With a tome as large as this, reading the section on how the book is organised is a good start. [Difficult for Merpel, as she likes to start without reading the instructions first.] The opinions and analyses are organised by 1) the issues addressed in opinions, 2) the type of information covered by the trade secret and 3) the type of industry. Sections 1-4 cover the four elements of proof, Section 5 addresses misappropriation, and Section 6 tackles remedies. Detailed synopses, citations and narration facilitate the use of the book as an important reference. Additional text, such as the history of the UTSA and state-level trade secret statutes, provide a comprehensive view of trade secrets. The main book covers court opinions from 1980 through 2010, and the supplement extends that coverage to 2011 to 2014 (with additional supplements to be made available.) Clearly a significant amount of time and effort has been devoted to its development.

I was naturally drawn to the section on the economic value derived from trade secrecy – the third element of proof in trade secrets - where I learned some interesting points. For example, evidence of independent economic value often relies on expert testimony and can include time, effort and expense in developing or duplicating information; the defendant's conduct (e.g. if it was worth copying, it was worth something); negative information (my favourite, it helps competitors understand what doesn't work) and a host of others points as considerations. Following this categorisation, Huston then details synopses of relevant cases by type of information and industry.
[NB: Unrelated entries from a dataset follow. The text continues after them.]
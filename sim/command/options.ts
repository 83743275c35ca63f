/** Parsers of option values, with errors of ours. */
import { InputError } from '../../network/errors.js';

/** Parser of a whole-number option. */
export function wholeNumber(option: string, least: number): (text: string) => number {
  return (text) => {
    const n = Number(text);
    if (/^\d+$/.test(text) && n >= least) return n;
    throw new InputError({
      code: 'bad-option',
      place: option,
      problem: `'${text}' is not a whole number of at least ${least}`,
      remedy: `give one, such as ${option} ${Math.max(least, 2)}`,
    });
  };
}

/** Parser of a number option. */
export function number(option: string): (text: string) => number {
  return (text) => {
    const x = Number(text);
    if (text.trim() !== '' && Number.isFinite(x)) return x;
    throw new InputError({
      code: 'bad-option',
      place: option,
      problem: `'${text}' is not a number`,
      remedy: 'give a number',
    });
  };
}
In Part 4 on remedies, a section of actual damages discusses the actual loss caused by misappropriation, and unjust enrichment. I was curious as to the justification for including unjust enrichment as actual damages, which the text answers and explains the fairly broad interpretation of 'actual' includes things such as future damages. Huston also explains the limits; for example, costs incurred in investigating potential misappropriation (in one case, actions by a former employee) are not considered actual damages. The authors points to nuances and cases in determining what constitutes actual damages.

Mmm, ice cream
Lotta v. ice-cream by
Niklas Pivic (Flickr)
This is the first time I have reviewed both the electronic and physical copies of a book. As this Kat does not have feline night vision, she tends to prefer hard copies. But, as this Kat also lacks feline spinal mobility, the lightweight electronic copy has its benefits. Readers will likely have their own preferences.
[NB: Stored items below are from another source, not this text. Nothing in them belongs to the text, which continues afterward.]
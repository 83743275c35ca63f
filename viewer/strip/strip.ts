/**
 * The generation strip: a pair of bars a generation, the frustrated share of each arm at its foot; click, drag or
 * arrow keys choose a generation, space plays.
 *
 * It is one slider to a screen reader. Knows shares, not households.
 */
import { html, nothing, svg, type TemplateResult } from 'lit-html';
import { percent } from '../screen/words.js';

export interface StripData {
  /** Frustrated share by generation, 0 … generations, in the left and the right field; NaN where undecided, null when one arm stands alone. */
  readonly shares: readonly [Float64Array, Float64Array | null];
  readonly names: readonly [string, string];
  readonly generation: number;
  /** Last generation that can be shown. */
  readonly reached: number;
  /** Generations 0, every, 2 every … can be shown. */
  readonly every: number;
  readonly playing: boolean;
}

export interface StripEvents {
  go(generation: number): void;
  play(): void;
}

const HIGH = 40;
const SLOT = 100;

export function strip(data: StripData, events: StripEvents): TemplateResult {
  const count = data.shares[0].length;
  const last = Math.max(0, data.reached);
  const toward = (e: PointerEvent): void => {
    const box = (e.currentTarget as Element).getBoundingClientRect();
    const t = Math.floor(((e.clientX - box.left) / box.width) * count);
    events.go(Math.max(0, Math.min(last, t)));
  };
  const says = (t: number): string => {
    const a = data.shares[0][t];
    const b = data.shares[1]?.[t];
    return Number.isNaN(a)
      ? `generation ${t}, the last children`
      : `generation ${t}: ${percent(a)} frustrated in ${data.names[0]}${b === undefined ? '' : `, ${percent(b)} in ${data.names[1]}`}`;
  };
  const key = (e: KeyboardEvent): void => {
    const to: Record<string, number> = {
      ArrowRight: data.generation + data.every,
      ArrowUp: data.generation + data.every,
      ArrowLeft: data.generation - data.every,
      ArrowDown: data.generation - data.every,
      Home: 0,
      End: last,
      PageUp: data.generation + 3 * data.every,
      PageDown: data.generation - 3 * data.every,
    };
    if (!(e.key in to)) return;
    e.preventDefault();
    events.go(Math.max(0, Math.min(last, to[e.key])));
  };
  return html`
    <div class="strip-lead">
      <span class="strip-title">frustrated, by generation</span>
      <button class="play" @click=${() => events.play()} aria-keyshortcuts="Space">
        <svg viewBox="0 0 12 12" aria-hidden="true">${
          data.playing ? svg`<path d="M2 1h3v10H2zM7 1h3v10H7z"></path>` : svg`<path d="M2 0.5v11l9-5.5z"></path>`
        }</svg>
        ${data.playing ? 'pause' : 'play'} <kbd>space</kbd>
      </button>
    </div>
    <div
      class="strip-bars"
      role="slider"
      tabindex="0"
      aria-label="Generation"
      aria-valuemin="0"
      aria-valuemax=${last}
      aria-valuenow=${data.generation}
      aria-valuetext=${says(data.generation)}
      @keydown=${key}
      @pointerdown=${(e: PointerEvent) => {
        (e.currentTarget as Element).setPointerCapture(e.pointerId);
        toward(e);
      }}
      @pointermove=${(e: PointerEvent) => {
        if (e.buttons === 1) toward(e);
      }}
    >
      <div class="strip-names" aria-hidden="true">
        ${Array.from(
          { length: count },
          (_, t) => html`<span class=${t === data.generation ? 'now' : t > data.reached ? 'ahead' : ''}
            >${t === count - 1 && count < 14 ? `${t}\u00a0children` : t}</span
          >`,
        )}
      </div>
      <svg viewBox=${`0 0 ${count * SLOT} ${HIGH}`} preserveAspectRatio="none" aria-hidden="true">
        ${Array.from({ length: count }, (_, t) => {
          const x = t * SLOT;
          const bar = (share: number, k: number): unknown => {
            const wide = data.shares[1] === null ? 44 : 29;
            const at = x + (data.shares[1] === null ? 28 : k === 0 ? 18.5 : 52.5);
            const known = Number.isFinite(share) && t <= data.reached;
            const high = known ? share * HIGH : 0;
            return svg`<rect class=${known ? 'strip-satisfied' : 'strip-open'} x=${at} y="0" width=${wide} height=${HIGH}></rect>
              <rect class=${k === 0 ? 'strip-frustrated' : 'strip-frustrated second'} x=${at} y=${HIGH - high} width=${wide} height=${high}></rect>`;
          };
          return svg`<g class=${t === data.generation ? 'now' : ''}>
            ${bar(data.shares[0][t], 0)}${data.shares[1] === null ? nothing : bar(data.shares[1][t], 1)}</g>`;
        })}
      </svg>
    </div>
  `;
}
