/**
 * Last step of the build: writes the JSON Schema beside the code and makes the command callable from a checkout.
 */
import { chmodSync, existsSync, mkdirSync, rmSync, symlinkSync, writeFileSync } from 'node:fs';
import { dirname, join } from 'node:path';
import { fileURLToPath } from 'node:url';
import { studyJsonSchema } from '../study/schema.js';

const dist = join(dirname(fileURLToPath(import.meta.url)), '..', '..');
const main = join(dist, 'sim', 'command', 'main.js');

writeFileSync(join(dist, 'study.schema.json'), `${JSON.stringify(studyJsonSchema(), null, 2)}\n`);
chmodSync(main, 0o755);

// `npx rungsight` in a checkout finds the command where it finds those of the dependencies
const modules = join(dist, '..', 'node_modules');
if (existsSync(modules) && process.platform !== 'win32') {
  const link = join(modules, '.bin', 'rungsight');
  mkdirSync(dirname(link), { recursive: true });
  rmSync(link, { force: true });
  symlinkSync('../../dist/sim/command/main.js', link);
}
The electronic copy of The Law of Trade Secret Litigation has a distinct advantage over the hard copy – the extensive and quick ability to search.   I started off, as every cool kat does, by searching self-indulgent terms. Whereas “chocolate” turned up blank,  “ice cream” got me to the Dippin’Dots case (In Re Dippin'Dots Patent Litigation).  Nothing says “flash frozen novelty ice cream” like a lack of making reasonable secrecy efforts. (In that case, the company let the cat out of the bag by disclosing the process to potential dealers and in contracts, and then later attempting to impose a confidentiality clause.)  The search also led me to a case on Ice Cream Sandwich Wafers (Interbake Foods vs. Tomaseillo), where the court found reasonable efforts, but with only a wafer thin margin. (I scream, you scream, we all scream for reasonable efforts!) While “ice cream” was a fun sojourn into the book, it demonstrates the power of searching – it was very fast to find two cases based on frozen treats. In addition, all entries have cross-references to related topics (but, alas, not toppings.)
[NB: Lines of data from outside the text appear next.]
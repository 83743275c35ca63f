/**
 * Reads a study and the files it names from disk.
 */
import { existsSync, readFileSync, statSync } from 'node:fs';
import { basename, dirname, relative, resolve } from 'node:path';
import { InputError, nearest, type Problem } from '../../network/errors.js';
import { checkStudyEstimates } from '../estimate/of-study.js';
import { loadInputs } from '../study/inputs.js';
import { type ParsedStudy, parseStudy } from '../study/parse.js';
import type { Path } from '../study/problems.js';
import type { Prepared } from '../study/replicate.js';
import { presetFile, presets } from './presets.js';

export interface StudyOnDisk {
  /** The study file. */
  readonly file: string;
  readonly parsed: ParsedStudy;
  readonly prepared: Prepared;
}

/** Reads a study file, or a built-in study by name. @throws {InputError} with every problem found */
export async function readStudy(given: string): Promise<StudyOnDisk> {
  const file = studyFile(given);
  const parsed = parseStudy(readText(file, shownPath(file)), shownPath(file));
  const folder = dirname(file);
  const inputs = await loadInputs(parsed, async (path) => {
    const full = resolve(folder, path);
    return existsSync(full) && statSync(full).isFile() ? readText(full, path) : null;
  });
  const prepared: Prepared = { study: parsed.study, inputs };
  await checkStudyEstimates(prepared, parsed.place);
  return { file, parsed, prepared };
}

/** The path of a study: a file, or a built-in study by name. @throws {InputError} when it is neither */
export function studyFile(given: string): string {
  const stat = statSync(given, { throwIfNoEntry: false });
  if (stat?.isFile()) return given;
  if (stat?.isDirectory()) {
    throw new InputError({
      code: 'not-a-study',
      place: given,
      problem: 'this is a folder, not a study file',
      remedy: existsSync(resolve(given, 'study.yaml'))
        ? `give ${given}/study.yaml, or look at its results with 'rungsight view ${given}'`
        : 'give the path of a .yaml file',
    });
  }
  const names = presets().map((preset) => preset.name);
  if (names.includes(given)) return presetFile(given);
  const guess = nearest(basename(given).replace(/\.ya?ml$/, ''), names);
  throw new InputError({
    code: 'no-such-file',
    place: given,
    problem: 'there is no such study file',
    remedy:
      guess === undefined
        ? `give the path of a .yaml file, or a built-in study (${names.join(', ')})`
        : `did you mean the built-in study '${guess}'?`,
  });
}

/** How a path is shown in errors: short when it lies below the working folder. */
function shownPath(file: string): string {
  const short = relative(process.cwd(), resolve(file));
  return short.startsWith('..') ? file : short;
}

/** Why a file could not be read, in words. */
function reasonOf(error: unknown): string {
  switch ((error as NodeJS.ErrnoException).code) {
    case 'ENOENT':
      return 'there is no such file';
    case 'EISDIR':
      return 'this is a folder';
    case 'EACCES':
    case 'EPERM':
      return 'you may not read this file';
    default:
      return `the file cannot be read (${(error as Error).message})`;
  }
}

/** A text file as UTF-8. @throws {InputError} when it cannot be read or is no text */
export function readText(file: string, shown: string): string {
  let bytes: Buffer;
  try {
    bytes = readFileSync(file);
  } catch (error) {
    throw new InputError({
      code: 'cannot-read',
      place: shown,
      problem: reasonOf(error),
      remedy: 'check the path, and that you may read the file',
    });
  }
  try {
    return new TextDecoder('utf-8', { fatal: true }).decode(bytes);
  } catch {
    throw new InputError({
      code: 'not-utf8',
      place: shown,
      problem: 'this is not UTF-8 text',
      remedy: 'save it as UTF-8 (in a spreadsheet: "CSV UTF-8")',
    });
  }
}

/** Gives problems that name a part of the study (`arms[1].network.mixing.value`) their line and column. */
export function placed(problems: readonly Problem[], parsed: ParsedStudy): Problem[] {
  return problems.map((problem) =>
    /^arms\[\d+\]/.test(problem.place) ? { ...problem, place: parsed.place(pathOf(problem.place)) } : problem,
  );
}

function pathOf(text: string): Path {
  return text
    .split(/\.|\[|\]/)
    .filter((step) => step !== '')
    .map((step) => (/^\d+$/.test(step) ? Number(step) : step));
}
I cannot imagine a more complete book on the UTSA. In 4,000 pages, Hutson pokes and prods 630 UTSA cases and constructs a comprehensive, detailed analysis. I enjoyed the narrative style of the writing as quotes from judgements and key texts are pieced together smoothly with commentary from the author.  I imagine that this treatise will be useful for legal practitioners and trade secrets scholars. I, for one, will be delving into the case synopses related to damages to inform my research.

The Law of Trade Secret Litigation Under the Uniform Trade Secrets Act, by J. Patrick Huston (2016), Juris Publishing, ISBN: 978-1-57823-250-5 is available here for USD $595 in hard copy or PDF. Rupture factor: high, 4,000 pages (but spread over three bindings.)